Exercise prompt:
Each of the following records is to be printed verbatim.

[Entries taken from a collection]
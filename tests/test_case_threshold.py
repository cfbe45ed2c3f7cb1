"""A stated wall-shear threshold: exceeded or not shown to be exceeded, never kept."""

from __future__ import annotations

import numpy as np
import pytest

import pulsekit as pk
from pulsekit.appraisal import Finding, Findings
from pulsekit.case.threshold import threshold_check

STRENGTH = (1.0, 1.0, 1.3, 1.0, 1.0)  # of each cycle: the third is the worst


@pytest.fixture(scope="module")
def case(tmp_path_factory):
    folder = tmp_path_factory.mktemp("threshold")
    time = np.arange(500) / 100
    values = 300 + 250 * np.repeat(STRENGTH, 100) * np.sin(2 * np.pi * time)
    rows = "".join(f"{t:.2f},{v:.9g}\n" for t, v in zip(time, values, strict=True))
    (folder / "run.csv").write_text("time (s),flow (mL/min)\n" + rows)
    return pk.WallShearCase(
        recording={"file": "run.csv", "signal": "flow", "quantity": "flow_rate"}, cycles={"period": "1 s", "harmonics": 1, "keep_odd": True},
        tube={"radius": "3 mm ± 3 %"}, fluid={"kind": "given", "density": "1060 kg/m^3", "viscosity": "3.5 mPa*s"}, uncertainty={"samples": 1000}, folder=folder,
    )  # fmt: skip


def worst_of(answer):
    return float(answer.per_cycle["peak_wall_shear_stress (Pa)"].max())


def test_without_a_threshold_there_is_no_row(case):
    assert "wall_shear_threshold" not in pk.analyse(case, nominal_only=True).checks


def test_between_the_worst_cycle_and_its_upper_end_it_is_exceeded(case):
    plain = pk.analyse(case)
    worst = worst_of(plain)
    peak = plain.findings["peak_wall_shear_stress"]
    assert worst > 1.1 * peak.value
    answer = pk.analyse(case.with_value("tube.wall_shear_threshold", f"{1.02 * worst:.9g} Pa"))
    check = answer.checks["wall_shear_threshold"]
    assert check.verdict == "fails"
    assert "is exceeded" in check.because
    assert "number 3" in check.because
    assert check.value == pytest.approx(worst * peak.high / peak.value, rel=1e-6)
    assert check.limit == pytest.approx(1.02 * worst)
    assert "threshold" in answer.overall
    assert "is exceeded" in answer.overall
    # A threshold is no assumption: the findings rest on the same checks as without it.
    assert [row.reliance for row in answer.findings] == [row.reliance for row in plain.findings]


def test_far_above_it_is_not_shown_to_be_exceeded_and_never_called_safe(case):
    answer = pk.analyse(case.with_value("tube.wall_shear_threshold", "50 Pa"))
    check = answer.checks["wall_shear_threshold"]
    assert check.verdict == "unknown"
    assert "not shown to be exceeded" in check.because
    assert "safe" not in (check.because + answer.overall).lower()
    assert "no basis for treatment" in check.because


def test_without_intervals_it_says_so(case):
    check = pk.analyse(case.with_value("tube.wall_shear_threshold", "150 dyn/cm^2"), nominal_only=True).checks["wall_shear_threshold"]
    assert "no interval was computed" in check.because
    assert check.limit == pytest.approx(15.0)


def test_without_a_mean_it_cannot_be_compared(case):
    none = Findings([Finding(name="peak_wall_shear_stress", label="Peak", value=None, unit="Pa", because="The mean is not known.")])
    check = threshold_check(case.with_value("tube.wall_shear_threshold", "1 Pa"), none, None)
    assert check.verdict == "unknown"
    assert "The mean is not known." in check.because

Response:
filename tests/test_case_threshold.py
repository cfbe45ed2c3f7cb1
"""A stated wall-shear threshold: exceeded or not shown to be exceeded, never kept."""

from __future__ import annotations

import numpy as np
import pytest

import pulsekit as pk
from pulsekit.appraisal import Finding, Findings
from pulsekit.case.threshold import threshold_check

STRENGTH = (1.0, 1.0, 1.3, 1.0, 1.0)  # of each cycle: the third is the worst


@pytest.fixture(scope="module")
def case(tmp_path_factory):
    folder = tmp_path_factory.mktemp("threshold")
    time = np.arange(500) / 100
    values = 300 + 250 * np.repeat(STRENGTH, 100) * np.sin(2 * np.pi * time)
    rows = "".join(f"{t:.2f},{v:.9g}\n" for t, v in zip(time, values, strict=True))
    (folder / "run.csv").write_text("time (s),flow (mL/min)\n" + rows)
    return pk.WallShearCase(
        recording={"file": "run.csv", "signal": "flow", "quantity": "flow_rate"}, cycles={"period": "1 s", "harmonics": 1, "keep_odd": True},
        tube={"radius": "3 mm ± 3 %"}, fluid={"kind": "given", "density": "1060 kg/m^3", "viscosity": "3.5 mPa*s"}, uncertainty={"samples": 1000}, folder=folder,
    )  # fmt: skip


def worst_of(answer):
    return float(answer.per_cycle["peak_wall_shear_stress (Pa)"].max())


def test_without_a_threshold_there_is_no_row(case):
    assert "wall_shear_threshold" not in pk.analyse(case, nominal_only=True).checks


def test_between_the_worst_cycle_and_its_upper_end_it_is_exceeded(case):
    plain = pk.analyse(case)
    worst = worst_of(plain)
    peak = plain.findings["peak_wall_shear_stress"]
    assert worst > 1.1 * peak.value
    answer = pk.analyse(case.with_value("tube.wall_shear_threshold", f"{1.02 * worst:.9g} Pa"))
    check = answer.checks["wall_shear_threshold"]
    assert check.verdict == "fails"
    assert "is exceeded" in check.because
    assert "number 3" in check.because
    assert check.value == pytest.approx(worst * peak.high / peak.value, rel=1e-6)
    assert check.limit == pytest.approx(1.02 * worst)
    assert "threshold" in answer.overall
    assert "is exceeded" in answer.overall
    # A threshold is no assumption: the findings rest on the same checks as without it.
    assert [row.reliance for row in answer.findings] == [row.reliance for row in plain.findings]


def test_far_above_it_is_not_shown_to_be_exceeded_and_never_called_safe(case):
    answer = pk.analyse(case.with_value("tube.wall_shear_threshold", "50 Pa"))
    check = answer.checks["wall_shear_threshold"]
    assert check.verdict == "unknown"
    assert "not shown to be exceeded" in check.because
    assert "safe" not in (check.because + answer.overall).lower()
    assert "no basis for treatment" in check.because


def test_without_intervals_it_says_so(case):
    check = pk.analyse(case.with_value("tube.wall_shear_threshold", "150 dyn/cm^2"), nominal_only=True).checks["wall_shear_threshold"]
    assert "no interval was computed" in check.because
    assert check.limit == pytest.approx(15.0)


def test_without_a_mean_it_cannot_be_compared(case):
    none = Findings([Finding(name="peak_wall_shear_stress", label="Peak", value=None, unit="Pa", because="The mean is not known.")])
    check = threshold_check(case.with_value("tube.wall_shear_threshold", "1 Pa"), none, None)
    assert check.verdict == "unknown"
    assert "The mean is not known." in check.because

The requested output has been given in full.